[PATCH 12/13] pci-assign: Generic config space access management

[Date Prev][Date Next][Thread Prev][Thread Next][Date Index][Thread Index]

 



From: Jan Kiszka <jan.kiszka@xxxxxxxxxxx>

This drastically simplifies config space access management: Instead of
coding various range checks and merging bits, set up two access control
bitmaps. One defines, which bits can be directly read from the device,
the other allows direct write to the device, also with bit-granularity.

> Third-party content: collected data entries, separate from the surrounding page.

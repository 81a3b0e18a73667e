"""Orphans: significant features that no catalogue line explains, with what they are not."""

from __future__ import annotations

import numpy as np

from .model import Orphan
from .populations import ORIGIN_OF

UNEXPLAINED = 0.5


def rank_orphans(features, claims, solution, catalogue) -> tuple[Orphan, ...]:
    """Features with P(unlisted) above one half, most significant first."""
    rows = [i for i, c in enumerate(claims) if c.p_unlisted > UNEXPLAINED]
    weight = np.nan_to_num(features.significance)
    rows.sort(key=lambda i: (-weight[i], int(features.number[i])))
    return tuple(_orphan(i, features, claims[i], solution, catalogue) for i in rows)


def _orphan(i, features, claim, solution, catalogue) -> Orphan:
    e = solution.problem.entries
    same = e.sign == features.sign[i]
    near = ""
    if np.any(same):
        distance = np.where(same, np.abs(e.wave - features.wave[i]), np.inf)
        j = int(np.argmin(distance))
        gap = features.wave[i] - e.wave[j]
        origin = ORIGIN_OF[int(e.population[j])]
        near = f"{catalogue.species_of(int(e.row[j]))} ({origin}) {gap:+.3f} A away"
    return Orphan(int(features.number[i]), claim.p_unlisted, near, _why(claim))


def _why(claim) -> str:
    if not claim.candidates:
        return "no predicted line within reach"
    best = claim.candidates[0]
    if abs(best.offset_sigma) > 3:
        return f"{best.species} is {best.offset_sigma:+.1f} sigma off"
    return f"{best.species} fits in place but is predicted too weak or is used elsewhere"
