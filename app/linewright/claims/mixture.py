"""The self-calibrating mixture: which predicted line made which feature.

Everything uncertain is learned from the spectrum itself by expectation-maximisation: how
often lines show, how strong they look, how dense unlisted features are, how far each
species is off its predicted strengths, and how good the positions are.
"""

from __future__ import annotations

from dataclasses import dataclass, replace

import numpy as np

from .association import Marginals, associate
from .curves import DetectionCurve, StrengthRelation, learn_detection, learn_relation
from .curves import first_relation, threshold_form
from .entries import Groups, group
from .offsets import SCALE, best_offsets, detection_log_likelihood, strength_log_likelihood
from .problem import NOT_SAID, Problem, find_pairs, inside
from .unlisted import Null, learn_null

ROUNDS = 12
TAIL_SHARE, TAIL_FACTOR, TAIL_FLOOR = 0.04, 3.5, 0.02  # heavy tail of position errors
ANY_STRENGTH = 0.25  # per dex: density of strengths where nothing predicts them
STRENGTH_TAIL, STRENGTH_RANGE = 0.03, 8.0  # share and width (dex) of strengths gone wrong
DOUBT_A_PERSON = 1e-6  # factor on the null of a feature that a person has named
OWN_PLACE = 0.1  # least weight of a line's own place against its blend's centroid
LIST_SCATTER = 0.002  # Angstrom: position scatter of a species' lines before it is learned
SCATTER_WEIGHT, SCATTER_REACH = 6.0, 0.06  # lines that prior is worth; Angstrom
CENTRING = 0.03  # of the FWHM: asymmetries and blends limit any centroid


@dataclass(frozen=True, eq=False)
class State:
    """What has been learned so far."""

    detection: tuple[DetectionCurve, ...]
    relation: tuple[StrengthRelation, ...]
    null: Null
    offsets: np.ndarray
    offset_errors: np.ndarray
    error_scale: np.ndarray
    scatter: np.ndarray


@dataclass(frozen=True, eq=False)
class Solution:
    """Marginals over the pairs with the learned state.

    feature, entry: (p,) the pairs; probability: (p,); unlisted: (f,); missing: per entry;
    offset_sigma, sigma: (p,) position offset in sigma, and that sigma in Angstrom; groups: shares per entry;
    strength: (n,) predicted strengths with species offsets
    """

    problem: Problem
    feature: np.ndarray
    entry: np.ndarray
    probability: np.ndarray
    unlisted: np.ndarray
    missing: np.ndarray
    offset_sigma: np.ndarray
    sigma: np.ndarray
    groups: Groups
    strength: np.ndarray
    state: State
    log_likelihood: float


def solve_mixture(problem: Problem, rounds: int = ROUNDS, progress=None) -> Solution:
    """Run the engine; an empty problem gives an empty solution."""
    state = _first_state(problem)
    pairs = _Pairs(problem, state)
    for turn in range(rounds):
        if progress is not None:
            progress.report("weighing claims", turn / rounds)
        step = _expect(problem, pairs, state)
        state = _learn(problem, pairs, step, state, turn)
    return _finish(problem, pairs, _expect(problem, pairs, state), state)


def _first_state(problem: Problem) -> State:
    f = problem.features
    curves = tuple(threshold_form(0.9, 0.0) for _ in range(problem.populations))
    relations = tuple(first_relation(f.strength) for _ in range(problem.populations))
    null = learn_null(f, np.full(len(f), 0.1), problem.length(), problem.complete)
    zero = np.zeros(problem.species)
    return State(curves, relations, null, zero, zero + 0.4, np.ones(2), zero + LIST_SCATTER)


class _Pairs:
    """Pairs and everything about them that stays fixed over the rounds."""

    def __init__(self, problem: Problem, state: State):
        f, e = problem.features, problem.entries
        self.base = np.sqrt(
            f.error**2 + (CENTRING * np.nan_to_num(f.fwhm)) ** 2 + f.excess**2
        )
        reach = 3.5 * np.maximum(TAIL_FACTOR * 1.5 * self.base, TAIL_FLOOR)
        self.feature, self.entry = find_pairs(f, e, np.minimum(reach, 12 * self.base + 0.25))
        self.covered = inside(e.wave, problem.coverage).astype(float)
        self.m = f.strength[self.feature]


@dataclass(frozen=True, eq=False)
class _Step:
    groups: Groups
    strength: np.ndarray
    marginals: Marginals
    sigma: np.ndarray
    offset: np.ndarray
    log_likelihood: float


def _expect(problem: Problem, pairs: _Pairs, state: State) -> _Step:
    e, f = problem.entries, problem.features
    strength = e.strength + state.offsets[e.species]
    groups = group(e.wave, strength, e.population, problem.group_half_width)
    shows = _per_population(e.population, groups.total, state.detection) * groups.share
    position, sigma, offset = _position(problem, pairs, state, groups)
    density, p0 = state.null.at(f.sign, f.strength)
    strengths = _strength_likelihood(problem, pairs, state, groups, p0)
    likelihood = shows[pairs.entry] * position * strengths
    absent = 1.0 - shows[pairs.entry] * pairs.covered[pairs.entry] if problem.complete else 1.0
    density, likelihood = _as_said(problem, pairs, density, likelihood)
    odds = likelihood / (absent * (density * p0)[pairs.feature])
    marginals = associate(pairs.feature, pairs.entry, odds, (len(f), len(e)))
    total = np.bincount(pairs.feature, likelihood, len(f)) + density * p0
    value = float(np.sum(np.log(total))) - float(np.sum(shows * pairs.covered))
    return _Step(groups, strength, marginals, sigma, offset, value)


def _as_said(problem: Problem, pairs: _Pairs, density, likelihood):
    """A person's word is data: a feature they named has no other source, one they set aside
    has none in the list."""
    if problem.said is None:
        return density, likelihood
    block = problem.species // problem.populations
    said = problem.said[pairs.feature]
    name = problem.entries.species[pairs.entry] % block
    allowed = (said == NOT_SAID) | (said == name)
    return np.where(problem.said >= 0, density * DOUBT_A_PERSON, density), likelihood * allowed


def _per_population(population, value, curves):
    out = np.zeros(len(value))
    for k, curve in enumerate(curves):
        here = population == k
        if np.any(here):
            out[here] = curve(value[here])
    return out


def _position(problem, pairs, state, groups):
    """Position likelihood per pair: the line's own place, or its blend's centroid."""
    e, f = problem.entries, problem.features
    list_error = np.hypot(e.error, state.scatter[e.species])
    scale = state.error_scale[f.crowded.astype(int)]
    sigma = np.hypot((pairs.base * scale)[pairs.feature], list_error[pairs.entry])
    x = f.wave[pairs.feature]
    own = x - e.wave[pairs.entry]
    blend = x - groups.centroid[pairs.entry]
    weight = np.maximum(groups.share[pairs.entry], OWN_PLACE)
    value = weight * _tailed(own, sigma) + (1 - weight) * _tailed(blend, sigma)
    nearer = np.where(np.abs(blend) < np.abs(own), blend, own)
    return value, sigma, nearer / sigma


def _tailed(offset, sigma):
    wide = np.maximum(TAIL_FACTOR * sigma, TAIL_FLOOR)
    return (1 - TAIL_SHARE) * _normal(offset, sigma) + TAIL_SHARE * _normal(offset, wide)


def _normal(x, s):
    return np.exp(-0.5 * (x / s) ** 2) / (s * np.sqrt(2 * np.pi))


def _strength_likelihood(problem, pairs, state, groups, p0):
    """Density of the measured strength given the line's group; flat where strengths are not
    predicted, the null's own (no evidence) where none was measured."""
    e = problem.entries
    total, value = groups.total[pairs.entry], p0[pairs.feature].copy()
    error = problem.features.strength_err[pairs.feature]
    for k, relation in enumerate(state.relation):
        if k in problem.ungraded:
            value[(e.population[pairs.entry] == k) & np.isfinite(pairs.m)] = ANY_STRENGTH
            continue
        here = (e.population[pairs.entry] == k) & np.isfinite(pairs.m)
        s = np.hypot(relation.scatter, np.nan_to_num(error[here]))
        z = pairs.m[here] - relation(total[here])
        value[here] = (1 - STRENGTH_TAIL) * _normal(z, s) + STRENGTH_TAIL / STRENGTH_RANGE
    return value


def _learn(problem, pairs, step: _Step, state: State, turn: int) -> State:
    e, f = problem.entries, problem.features
    p = step.marginals.pair
    seen = np.bincount(pairs.entry, p, len(e))
    exposure = np.maximum(step.groups.share * pairs.covered, seen)
    detection, relation = list(state.detection), list(state.relation)
    total = step.groups.total
    for k in range(problem.populations):
        here = (e.population == k) & (pairs.covered > 0)
        features = float(np.sum(seen[here]))
        detection[k] = learn_detection(total[here], seen[here], exposure[here], features)
        mine = e.population[pairs.entry] == k
        relation[k] = learn_relation(
            total[pairs.entry[mine]], pairs.m[mine], p[mine], relation[k]
        )
    state = replace(
        state,
        detection=tuple(detection),
        relation=tuple(relation),
        null=learn_null(f, step.marginals.unlisted, problem.length(), problem.complete),
        error_scale=np.array(
            [_error_scale(step, f.crowded[pairs.feature] == k, state.error_scale[k]) for k in (0, 1)]
        ),
        scatter=_species_scatter(problem, pairs, step),
    )
    return _learn_offsets(problem, pairs, step, state) if turn >= 1 else state


def _error_scale(step: _Step, which, previous: float) -> float:
    """Robust scale of likely offsets (clean or crowded features) in their present sigma."""
    sure = (step.marginals.pair > 0.7) & which
    if np.sum(sure) < 15:
        return previous
    scale = 1.4826 * float(np.median(np.abs(step.offset[sure])))
    return float(np.clip(previous * scale, 0.5, 4.0))


def _species_scatter(problem, pairs, step: _Step):
    """Position scatter (Angstrom) of each species' lines beyond that of the features.

    Hyperfine structure and poor lists scatter some species more than others.
    """
    e = problem.entries
    offset = step.offset * step.sigma
    mine = (step.marginals.pair > 0.5) & (np.abs(offset) < SCATTER_REACH)
    feature = pairs.base[pairs.feature[mine]] * 0.8
    excess = offset[mine] ** 2 - feature**2 - e.error[pairs.entry[mine]] ** 2
    species, weight = e.species[pairs.entry[mine]], step.marginals.pair[mine]
    total = np.bincount(species, weight * excess, problem.species)
    count = np.bincount(species, weight, problem.species)
    variance = (SCATTER_WEIGHT * LIST_SCATTER**2 + total) / (SCATTER_WEIGHT + count)
    return np.sqrt(np.clip(variance, 0.0005**2, 0.03**2))


def _learn_offsets(problem, pairs, step: _Step, state: State) -> State:
    """Each population's species have a block of indices of their own."""
    block = problem.species // problem.populations
    mean, error = np.zeros(problem.species), np.full(problem.species, SCALE)
    p = step.marginals.pair
    seen = np.bincount(pairs.entry, p, len(problem.entries))
    for k in np.unique(problem.entries.population):
        table = _offset_evidence(problem, pairs, step, state, (int(k), block, seen))
        mine = slice(k * block, (k + 1) * block)
        mean[mine], error[mine] = best_offsets(table)
    return replace(state, offsets=mean, offset_errors=error)


def _offset_evidence(problem, pairs, step: _Step, state: State, which):
    """Log-likelihood of the offsets of one population's species.

    which: (population, species per population, P(seen) per entry).
    """
    k, block, seen = which
    e, p, share = problem.entries, step.marginals.pair, step.groups.share
    here = np.nonzero(e.population == k)[0]
    exposure = share * pairs.covered if problem.complete else seen
    table = detection_log_likelihood(
        e.strength[here],
        (seen * share)[here],
        (exposure * share)[here],
        e.species[here] - k * block,
        block,
        state.detection[k],
    )
    if k in problem.ungraded:
        return table
    mine = (e.population[pairs.entry] == k) & np.isfinite(pairs.m) & (p > 0.05)
    who, relation = pairs.entry[mine], state.relation[k]
    return table + strength_log_likelihood(
        pairs.m[mine] - relation(e.strength[who]),
        relation.slope(step.strength[who]),
        max(relation.scatter, 0.2),
        p[mine] * share[who],
        e.species[who] - k * block,
        block,
    )


def _finish(problem, pairs, step: _Step, state: State) -> Solution:
    return Solution(
        problem,
        pairs.feature,
        pairs.entry,
        step.marginals.pair,
        step.marginals.unlisted,
        step.marginals.missing,
        step.offset,
        step.sigma,
        step.groups,
        step.strength,
        state,
        step.log_likelihood,
    )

The setup of those bitmaps, specifically the corner cases like the
capability list status bit, is way more readable than the existing code.
And the generic config access functions just need one additional logic
to catch writes to the MSI/MSI-X control flags and call the related
update handlers.

Signed-off-by: Jan Kiszka <jan.kiszka@xxxxxxxxxxx>
---
 hw/device-assignment.c |  325 ++++++++++++++++-------------------------------
 hw/device-assignment.h |    3 +-
 2 files changed, 113 insertions(+), 215 deletions(-)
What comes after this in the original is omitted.